Filter the entries that follow, copying every line in which the word "common" appears.

[Data provided]

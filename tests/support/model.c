/* SPDX-License-Identifier: BSD-2-Clause */
#include "support/model.h"

#include "ebbturn/input.h"
#include "support/start.h"

#include <math.h>
#include <stdarg.h>
#include <stdio.h>
#include <stdlib.h>
#include <string.h>

void ebb_test_model_create(struct ebb_test_model *model, const char *format, ...)
{
  struct ebb_problems *problems = ebb_problems_create();
  char text[4096];
  int code = 0;
  va_list arguments;

  memset(model, 0, sizeof *model);
  va_start(arguments, format);
  const int length = vsnprintf(text, sizeof text, format, arguments);
  va_end(arguments);
  cr_assert(length > 0 && (size_t)length < sizeof text, "a model of %d bytes", length);
  const bool good =
      ebb_input_parse(text, (size_t)length, NULL, 0, EBB_NEED_STATE | EBB_NEED_CLOCK_RANGE, &model->settings, problems);
  cr_assert(good, "%s\n%s", ebb_problems_text(problems, 0), text);
  ebb_problems_destroy(&problems);
  ebb_test_call(ebb_run_create(&model->settings, ".", PETSC_COMM_SELF, &model->run, &code));
  cr_assert_eq(code, 0, "%s\n%s", model->run.problem, text);
  ebb_test_call(ebb_run_start(&model->run));
}

void ebb_test_model_destroy(struct ebb_test_model *model)
{
  ebb_test_call(ebb_run_destroy(&model->run));
  ebb_test_call(ebb_record_destroy(&model->record));
  ebb_settings_clear(&model->settings);
  memset(model, 0, sizeof *model);
}

void ebb_test_model_measure(struct ebb_test_model *model)
{
  struct ebb_run *run = &model->run;
  struct ebb_record *r = &model->record;
  const struct ebb_output_settings *o = &model->settings.output;
  const struct ebb_sheet_request request = {.levels = o->quantiles, .level = o->quantile};
  struct ebb_sheet sheet;

  ebb_test_call(ebb_record_create(run->m, o->quantiles, r));
  ebb_test_call(ebb_record_verify(r, run));
  ebb_test_call(run->source.evaluate(&run->source, run->m, run->phi, &request, &sheet));
  ebb_record_take(r, run, 0, &sheet);
  ebb_test_call(ebb_sheet_clear(&sheet));
}

void ebb_test_model_conclude(struct ebb_test_model *model)
{
  if (!model->record.m) ebb_test_model_measure(model);
  ebb_test_call(ebb_record_conclude(&model->record, &model->run));
}

struct ebb_sheet ebb_test_model_look(struct ebb_test_model *model, double clock,
                                     const struct ebb_sheet_request *request)
{
  static const struct ebb_sheet_request nothing = {0};
  struct ebb_sheet sheet;

  ebb_test_call(model->run.source.evaluate(&model->run.source, 1, &clock, request ? request : &nothing, &sheet));
  return sheet;
}

void ebb_test_model_moments(struct ebb_test_model *model, double clock, double moment[EBB_MOMENTS])
{
  struct ebb_sheet sheet = ebb_test_model_look(model, clock, NULL);

  ebb_moments_from_sums(&model->run.constants, &model->run.lattice, &sheet, 0, moment);
  ebb_test_call(ebb_sheet_clear(&sheet));
}

/* kappa for G = 1, as precise as a long double: X = kappa phi is exponentiated */
static long double kappa(void) { return sqrtl(12.0L * acosl(-1.0L)); }

static long double root(long double k) { return sqrtl(k * k + 0.25L); }
static long double square(long double k) { return k * sqrtl(k * k + 1.0L); }

/* Mean over a normal distribution: trapezoid rule, spectrally exact because the functions are analytic within 1/2 of
 * the real axis. */
static long double mean(long double (*of)(long double k), long double k0, long double sigma)
{
  enum { NODES = 2000 };
  const long double reach = 14.0L, step = 2.0L * reach / NODES;
  long double sum = 0.0L, weight = 0.0L;

  for (int i = 0; i <= NODES; i++) {
    const long double u = -reach + step * i, w = expl(-0.5L * u * u);

    sum += w * of(k0 + sigma * u);
    weight += w;
  }
  return sum / weight;
}

struct ebb_test_law ebb_test_law_gaussian_momentum(double k0, double sigma_k, double squeeze, double at)
{
  const long double q = squeeze, s = sigma_k, k = k0, power = (1.0L + q * q) / (8.0L * s * s), shift = kappa() * at;

  return (struct ebb_test_law){expl(power - shift) * mean(root, k - 0.5L * q, s),
                               expl(power + shift) * mean(root, k + 0.5L * q, s),
                               {2.0L * (k * k + s * s), expl(4.0L * power - 2.0L * shift) * mean(square, k - q, s),
                                expl(4.0L * power + 2.0L * shift) * mean(square, k + q, s)}};
}

struct ebb_test_law ebb_test_law_gaussian_lnv(double k0, double sigma_k, bool contracting, double at)
{
  const long double k = k0, s = sigma_k, common = expl(1.0L / (8.0L * s * s)), large = k * k + s * s + 0.25L;

  return (struct ebb_test_law){common * (contracting ? large : 1.0L) * expl(-kappa() * at),
                               common * (contracting ? 1.0L : large) * expl(kappa() * at),
                               {NAN, NAN, NAN}};
}

long double ebb_test_law_v(const struct ebb_test_law *law, double clock)
{
  return law->plus * expl(kappa() * clock) + law->minus * expl(-kappa() * clock);
}

long double ebb_test_law_v_spread(const struct ebb_test_law *law, double clock)
{
  const long double growth = expl(2.0L * kappa() * clock), v = ebb_test_law_v(law, clock);

  return sqrtl(law->square[0] + law->square[1] * growth + law->square[2] / growth - v * v);
}

long double ebb_test_law_bounce_v(const struct ebb_test_law *law) { return 2.0L * sqrtl(law->plus * law->minus); }

long double ebb_test_law_bounce_clock(const struct ebb_test_law *law)
{
  return 0.5L * logl(law->minus / law->plus) / kappa();
}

[/Data provided]

§ **Result of the task**
  const long double k = k0, s = sigma_k, common = expl(1.0L / (8.0L * s * s)), large = k * k + s * s + 0.25L;
  return (struct ebb_test_law){common * (contracting ? large : 1.0L) * expl(-kappa() * at),
                               common * (contracting ? 1.0L : large) * expl(kappa() * at),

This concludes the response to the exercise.